The index structure is

  {
	"my_index": {
		"aliases": {},
		"mappings": {
			"my_type": {
				"properties": {
					"name": {
						"type": "text",
						"fields": {
							"keyword": {
								"type": "keyword",
								"ignore_above": 256
							}
						}
					}
				}
			}
		},
		"settings": {
			"index": {
				"analysis": {
					"filter": {
						"brazilian_stop": {
							"type": "stop",
							"stopwords": "_brazilian_"
						},
						"synonym_filter": {
							"type": "synonym",
							"synonyms_path": "sinonimos.txt"
						}
					},
					"analyzer": {
						"synonym_brazilian_analyzer": {
							"filter": [
								"lowercase",
								"asciifolding",
								"synonym_filter",
								"brazilian_stop"
							],
						"tokenizer": "standard"
						}
					}
				}
			}
		}
	}
}

Note that I'm not applying the synonym analyzer at index time.

And only 3 documents:

_id = 1
{
    name: "shirt xyz" 
}

_id = 2
{
   name: "blouse xyz" 
}

_id = 3
{
    name: "blouse wvc"
}

My query is

  {
	"query":
    {
    	"query_string":
        {
        	"fields":["name"], 
        	"query":"shirt", 
        	"analyzer":"synonym_brazilian_analyzer"
        }
    }
}

If I search for "shirt", applying the synonym analyzer just at query time, shouldn't the _id=1 document have higher score than the _id=2 one?

I'm asking that because, according to the explain clause, both have exactly the same score.
My point is: what exactly is the query time advantage for relevance considering simple expansion?
What about the PerFieldSimilarity calculation?
Shouldn't the "shirt xyz" text have more relevance than the "blouse xyz", at query time?

Thanks a lot,

Guilherme


(Adrien Grand) #2

I get the same score for all documents when I run the following:

DELETE index

PUT index 
{
  "settings": {
    "number_of_shards": 1, 
    "analysis": {
      "filter": {
        "my_syns": {
          "type": "synonym",
          "synonyms" : [
            "shirt,blouse"
          ]
        }
      },
      "analyzer": {
        "my_index_analyzer": {
          "type": "custom",
          "tokenizer": "whitespace"
        },
        "my_search_analyzer": {
          "type": "custom",
          "tokenizer": "whitespace",
          "filter": ["my_syns"]
        }
      }
    }
  },
  "mappings": {
    "doc": {
      "properties": {
        "field": {
          "type": "text",
          "analyzer": "my_index_analyzer",
          "search_analyzer": "my_search_analyzer"
        }
      }
    }
  }
}

PUT index/doc/1
{
  "field": "shirt xyz"
}

PUT index/doc/2
{
  "field": "blouse xyz"
}

GET index/_search
{
  "query": {
    "match": {
      "field": "shirt"
    }
  }
}


(Guilherme Maranhao) #3

But, is that the expected?


(Adrien Grand) #4

To me it is.
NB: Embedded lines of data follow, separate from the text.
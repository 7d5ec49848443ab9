//! The model-choice helper: the edge share it uses is the disk's edge current over its
//! Cottrell current (Shoup & Szabo, J. Electroanal. Chem. 140 (1982) 237), and its
//! recommendations follow the geometry and this program's 5 % convention.

use diffusor_fit::cell::Geometry;
use diffusor_fit::constants::FARADAY_C_PER_MOL;
use diffusor_fit::geometry::{ChoiceInput, RecommendedModel, edge_share, recommend_model};
use diffusor_fit::models::planar::cottrell_current_a;

const D: f64 = 1e-9;

#[test]
fn edge_share_is_the_edge_term_over_the_cottrell_term() {
    // π·n·F·D·C·r over n·F·π·r²·C·√(D/(πt)) (the two leading terms of the disk current).
    let (r, t) = (1.5e-3, 2.0);
    let edge = std::f64::consts::PI * FARADAY_C_PER_MOL * D * r;
    let cottrell = cottrell_current_a(1.0, std::f64::consts::PI * r * r, 1.0, D, t);
    assert!((edge_share(D, t, r) / (edge / cottrell) - 1.0).abs() < 1e-14);
}

fn disk(radius_m: f64, end_s: f64) -> ChoiceInput {
    ChoiceInput {
        geometry: Geometry::Planar,
        radius_m: Some(radius_m),
        thickness_m: None,
        window_s: [1e-3, end_s],
        rough_d_m2_s: D,
    }
}

#[test]
fn a_three_millimetre_disk_is_planar_for_a_second_but_not_for_ten() {
    // √(π·1e-9·1)/1.5e-3 = 3.7 % < 5 %; at 10 s it is 11.8 % (computed).
    let short = recommend_model(&disk(1.5e-3, 1.0)).unwrap();
    assert_eq!(short.model, RecommendedModel::Planar, "{}", short.reason);
    assert!((short.edge_share.unwrap()[1] - 0.0374).abs() < 1e-4);
    let long = recommend_model(&disk(1.5e-3, 10.0)).unwrap();
    assert_eq!(long.model, RecommendedModel::Disk, "{}", long.reason);
    assert!(long.reason.contains("11.8 %"), "{}", long.reason);
    // A 5 µm disk is never planar on these time scales.
    assert_eq!(
        recommend_model(&disk(5e-6, 0.01)).unwrap().model,
        RecommendedModel::Disk
    );
}

#[test]
fn spheres_and_slabs_follow_their_geometry() {
    let sphere = ChoiceInput {
        geometry: Geometry::Hemisphere,
        ..disk(10e-6, 1.0)
    };
    assert_eq!(
        recommend_model(&sphere).unwrap().model,
        RecommendedModel::Hemisphere
    );
    let slab = ChoiceInput {
        thickness_m: Some(1e-6),
        rough_d_m2_s: 1e-14,
        ..disk(1e-2, 200.0)
    };
    let choice = recommend_model(&slab).unwrap();
    assert_eq!(choice.model, RecommendedModel::FiniteSlab);
    // Dt/L² = 1e-14 × 200 / 1e-12 = 2 at the end (computed).
    assert!((choice.slab_time.unwrap()[1] - 2.0).abs() < 1e-12);
}

#[test]
fn an_inverted_window_is_refused() {
    let bad = ChoiceInput {
        window_s: [2.0, 1.0],
        ..disk(1e-3, 1.0)
    };
    assert_eq!(
        recommend_model(&bad).unwrap_err().to_string(),
        "window end must be later than the window start, got 1"
    );
}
We do this on purpose on the Lucene side by using a SynonymQuery which merges statistics in order to make sure which synonym is used does not matter.


(Guilherme Maranhao) #5

Ok, but what about the advantage for analyzing it at query time mentioned here https://www.elastic.co/guide/en/elasticsearch/guide/current/synonyms-expand-or-contract.html ?

The IDF for each synonym will be correct.

Thank you!


(Guilherme Maranhao) #6

Hi,

I got it! The IDF at query time considers the relevance of each of the synonyms in the whole index not only the specific term that is being searched.
So, the documents which contain the most relevant synonym word will have the highest scores.

Thank you


(system) #7

This topic was automatically closed 28 days after the last reply. New replies are no longer allowed.